Энергично вздохнул, пошел быстрее и начал стимулировать в себе оптимистические начала и настраиваться на радостную встречу нового учебного года.

И вот она, неповторимая работа хирурга! В тяжелом труде — врачевание собственной души. Боже мой, как это здорово и, наверное, не всем понятно! В первый же день сложнейшая операция — удаление половины пищевода и почти всего желудка по поводу рака. Несмотря на попытки стимулировать оптимизм, шел в операционную в мрачном настроении. Но… оперировать надо, и я оперировал. Со своими великолепными помощниками все преодолели. Операция началась нормально, руки работали споро, и через час угнетение исчезло, настроение стало хорошим, операция прошла гладко. Полное удовлетворение… Из операционной вышел хоть и уставшим, но довольным и умиротворенным. Сделал большое дело. Вот оно — врачевание собственной души. Да и тела тоже. А через день еще одна трудная операция: у больной 30 лет с механической желтухой глубоко в воротах печени наложил анастомоз между культей общего печеночного протока и подведенной петлей тощей кишки. И тоже полное удовлетворение — молодой женщине открыли перспективы жизни. В тот же день еще одна операция: восстановил мочеиспускательный канал у больного, перенесшего до меня шесть безуспешных операций, две из которых делали в Москве. Вдохновляет и напряженная трудоемкая работа по подготовке к переизданию трехтомного руководства «Основы частной хирургии». Как это интересно и нужно!
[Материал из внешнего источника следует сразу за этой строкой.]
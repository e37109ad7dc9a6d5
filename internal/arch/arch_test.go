package arch

import (
	"fmt"
	"go/parser"
	"go/token"
	"io/fs"
	"os"
	"path/filepath"
	"slices"
	"sort"
	"strings"
	"testing"
)

// imports lists every package of the module (its non-test files, read from disk so the
// test cache sees any change) with the packages it imports.
func imports(t *testing.T) map[string][]string {
	t.Helper()
	root := filepath.Join("..", "..")
	graph := map[string][]string{}
	err := filepath.WalkDir(root, func(path string, d fs.DirEntry, err error) error {
		if err != nil {
			return err
		}
		name := d.Name()
		if d.IsDir() {
			if path != root && (name == "testdata" || strings.HasPrefix(name, ".") || strings.HasPrefix(name, "_")) {
				return filepath.SkipDir
			}
			return nil
		}
		if !strings.HasSuffix(name, ".go") || strings.HasSuffix(name, "_test.go") {
			return nil
		}
		f, err := parser.ParseFile(token.NewFileSet(), path, nil, parser.ImportsOnly)
		if err != nil {
			return err
		}
		rel, err := filepath.Rel(root, filepath.Dir(path))
		if err != nil {
			return err
		}
		pkg := Module + "/" + filepath.ToSlash(rel)
		imps := graph[pkg]
		for _, imp := range f.Imports {
			if p := strings.Trim(imp.Path.Value, `"`); !slices.Contains(imps, p) {
				imps = append(imps, p)
			}
		}
		graph[pkg] = imps
		return nil
	})
	if err != nil {
		t.Fatal(err)
	}
	return graph
}

// violations checks a graph (import path -> imports) against the layers and returns
// every import that breaks them, sorted.
func violations(graph map[string][]string, layers [][]string, offline int) []string {
	layer := map[string]int{}
	for i, l := range layers {
		for _, p := range l {
			layer[Module+"/"+p] = i
		}
	}
	var out []string
	for pkg, imps := range graph {
		from, ok := layer[pkg]
		if !ok {
			out = append(out, fmt.Sprintf("%s is in no layer: place it in arch.Layers", pkg))
			continue
		}
		for _, imp := range imps {
			if from < offline && (imp == "net" || strings.HasPrefix(imp, "net/") || imp == "os/exec") {
				out = append(out, fmt.Sprintf("%s (layer %d) imports %s: only the driver and the commands reach out of the process", pkg, from, imp))
			}
			if !strings.HasPrefix(imp, Module+"/") {
				continue
			}
			if strings.HasPrefix(imp, pkg+"/") {
				out = append(out, fmt.Sprintf("%s imports %s, nested beneath it", pkg, imp))
			}
			to, ok := layer[imp]
			switch {
			case !ok:
				out = append(out, fmt.Sprintf("%s imports %s, which is in no layer", pkg, imp))
			case to >= from:
				out = append(out, fmt.Sprintf("%s (layer %d) imports %s (layer %d): a package imports only lower layers", pkg, from, imp, to))
			}
		}
	}
	sort.Strings(out)
	return out
}

// Every import of the module follows the layers.
func TestLayers(t *testing.T) {
	for _, v := range violations(imports(t), Layers, Offline) {
		t.Error(v)
	}
}

// Every layer names packages that exist, so the table cannot rot.
func TestLayersNameRealPackages(t *testing.T) {
	graph := imports(t)
	for _, l := range Layers {
		for _, p := range l {
			if _, ok := graph[Module+"/"+p]; !ok {
				t.Errorf("arch.Layers names %s, which is not a package of the module", p)
			}
		}
	}
}

// The checker itself catches a back-import, an import within a layer, a child import,
// an unplaced package and the network below the driver.
func TestViolationsCatchPlantedImports(t *testing.T) {
	m := func(p string) string { return Module + "/" + p }
	layers := [][]string{{"schema"}, {"internal/layout"}, {"rules", "rules/extra"}, {"internal/run"}}
	graph := map[string][]string{
		m("schema"):          {"fmt"},
		m("internal/layout"): {m("schema"), m("rules")},       // back-import
		m("rules"):           {m("rules/extra"), m("schema")}, // child, same layer
		m("rules/extra"):     {"os/exec"},                     // runs programs below the driver
		m("internal/run"):    {"os/exec", m("rules")},         // allowed
		m("internal/new"):    nil,                             // unplaced
	}
	got := violations(graph, layers, 3)
	want := []string{
		m("internal/layout") + " (layer 1) imports " + m("rules") + " (layer 2): a package imports only lower layers",
		m("internal/new") + " is in no layer: place it in arch.Layers",
		m("rules") + " (layer 2) imports " + m("rules/extra") + " (layer 2): a package imports only lower layers",
		m("rules") + " imports " + m("rules/extra") + ", nested beneath it",
		m("rules/extra") + " (layer 2) imports os/exec: only the driver and the commands reach out of the process",
	}
	if !slices.Equal(got, want) {
		t.Errorf("violations:\n%s\nwant:\n%s", strings.Join(got, "\n"), strings.Join(want, "\n"))
	}
}

// The command layer parses flags and wires packages: it stays small, and logic that
// grows there belongs in the driver or below.
func TestCommandStaysThin(t *testing.T) {
	const most = 700 // DESIGN.md: cobra wiring only: flags, help text, exit code
	paths, _ := filepath.Glob(filepath.Join("..", "..", "cmd", "scangate", "*.go"))
	lines := 0
	for _, p := range paths {
		if strings.HasSuffix(p, "_test.go") {
			continue
		}
		data, err := os.ReadFile(p)
		if err != nil {
			t.Fatal(err)
		}
		lines += strings.Count(string(data), "\n")
	}
	if lines == 0 || lines > most {
		t.Errorf("cmd/scangate holds %d non-test lines; keep it at %d or fewer by moving logic into internal/run or below", lines, most)
	}
}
Завтра новый учебный год. Праздник. Все сотрудники в сборе. Настроены по-рабочему и философски. Любят работу. Это радует и тоже лечит душу.

К концу второго рабочего дня в новом учебному году ко мне подошел преподаватель лицея нашего института и попросил прочитать вступительную лекцию:

— Вы так хорошо прочитали лекцию в прошлом году, что мы ее все до сих пор вспоминаем.

Я на мгновение задумался. Кажется, не в той форме. Надо читать лекцию вдохновенно. Сумею ли на этот раз? Отказаться? Пасую? Нет!

— Хорошо. Буду читать.

Вечером часто возвращался мыслями к предстоящей лекции. Что буду говорить? Как говорить? Кругом много мрачного, лживого и беззаконного… Однако говорить надо, и только правду: что есть и что должно быть. Трудная задача. Не стал продумывать всю лекцию. Пусть будет экспромтом. Надо только предельно сосредоточиться и полностью отдаться лекции, ее смыслу и сути, глубоко поверить самому в добрые перспективы… Как это трудно…

В аудитории, построенной еще в 1915 году по идее и под руководством профессора Н. Н. Напалкова, — мальчишки и девчонки, но уже взрослеющие и почти серьезные. Десятки глаз изучающе устремились на меня, а я неторопливо обвожу взглядом юных моих слушателей. Симпатичные лица с блестящими глазами. Но, кажется, глаза блестят не у всех. Вижу и скучные, почти безразличные лица. Но таких мало.

Я зажегся сразу. После приветствия сказал, что они выбрали очень интересную, самую трудную профессию и должны начать готовиться к ней уже теперь, находясь в лицее. И раз уж решили посвятить себя медицине, то и будем говорить о ней. Не преминул отметить, что медицина, и в частности хирургия, достигли многого. Но далеко не всего. И причина тому — ненормальное развитие медицинской науки и практической деятельности врачей. А это отражение совершенно ненормального развития человечества.

Аудитория замерла. Я сделал паузу, а потом продолжил:

— А разве не о глубокой ненормальности развития человечества свидетельствует создание атомного оружия, беспрерывные войны, террор, рост преступности да и многое другое, что не должно быть свойственно человеку с неограниченными возможностями, данными ему природой?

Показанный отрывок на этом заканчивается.